def with_missing_reading(result, loaded: LoadedData, missing_codes=()):
    """``result`` (a fit of rows) with what was read as no answer kept in its data (and which items an 'answers'
    statement covers held numbers alone, data.answer_words.NUMBERS_ONLY): the ``missing_codes`` given
    (scores of other data with the fit read them so too) and the values of its items that the file itself marks as
    no answer (``loaded.non_answers``), which the methods paragraph names; and the values of its items that look like
    no answers but were analysed as answers (``loaded.odd_values``), and the row filters that chose its rows
    (:func:`with_row_filters`), which it names too, with how a text file was read (``loaded.reading``); how its rows are
    named (a data frame's by their index labels, data.kept_rows.RowNaming)."""
    result = with_row_filters(result, loaded)
    read = {}  # what the reading adds to the result's data, put in with one copy of the result
    if loaded.renamed:
        read["renamed"] = loaded.renamed
    naming = row_naming(loaded.frame)
    if naming is not RowNaming.FILE_ROW:
        read["row_naming"] = naming
    numbers_only = tuple(x for x in loaded.frame.attrs.get(NUMBERS_ONLY, ()) if x in result.observed)
    if numbers_only:  # items an 'answers' statement covers whose answers held no word
        read["numbers_only"] = numbers_only
    codes, words = missing_values_option(missing_codes)
    # the words of no answer too, given in Python or on the command line (there, the run's words): scoring other data
    # with the fit reads them so too
    words = tuple(dict.fromkeys(words + run_words()))
    # the missing-data helpers' cells read as missing too: they enter the likelihood as the items do (review s13)
    items = set(result.observed) | set(getattr(result.method, "helpers", None) or ())
    # what the rows analysed held (those the row filters kept, with a group label): the methods paragraph names it
    analysed, among = rows_analysed(loaded, getattr(result, "group_column", None))
    held = kept_non_answers(loaded.non_answers, analysed) if among else loaded.non_answers
    found = loaded.counts.codes_among(analysed) if among and loaded.counts is not None else loaded.codes_found
    marked = tuple(f for f in held if f.column in items)
    odd = tuple(o for o in loaded.odd_values if items.intersection(o.columns))
    if codes or words or marked or odd:
        read.update(missing_codes=codes, no_answer_words=words, non_answers=marked, odd_values=odd,
                    codes_found=tuple(c for c in codes if c in found))
    declared = tuple(r for r in loaded.declared_ranges if r.column in items)  # scoring other data reads them so
    if declared:
        read["declared_ranges"] = declared
    scales = labelled_scales(loaded, result.observed)  # and judges answers by the scale the labels declare
    if scales:
        read["labelled_scales"] = scales
    return replace(result, data=replace(result.data, **read)) if read else result


def labelled_scales(loaded: LoadedData, items) -> tuple[tuple[str, float, float], ...]:
    """(item, lowest, highest) of each of ``items`` whose value labels declare answers (data.missing_codes.
    labelled_scale), the codes the file marks as no answer or declares missing aside."""
    from cfa_tool.data.missing_codes import labelled_scale

    out = []
    for item in items:
        labels = loaded.value_labels.get(item)
        if not labels:
            continue
        skip = {n.value for n in loaded.non_answers if n.column == item} | {
            k for k in labels for r in loaded.declared_ranges
            if r.column == item and isinstance(k, float) and r.low <= k <= r.high}
        scale = labelled_scale(labels, skip)
        if scale is not None:
            out.append((item, *scale))
    return tuple(out)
□ □ □ □ □
Beginning with the line that has "items = set(result.observed)" and ending with the line that has "held = kept_non_answers(loaded.non_answers, analysed)", set down the lines above exactly and include no others.

## RESPONSE AREA
    items = set(result.observed) | set(getattr(result.method, "helpers", None) or ())
    # what the rows analysed held (those the row filters kept, with a group label): the methods paragraph names it
    analysed, among = rows_analysed(loaded, getattr(result, "group_column", None))
    held = kept_non_answers(loaded.non_answers, analysed) if among else loaded.non_answers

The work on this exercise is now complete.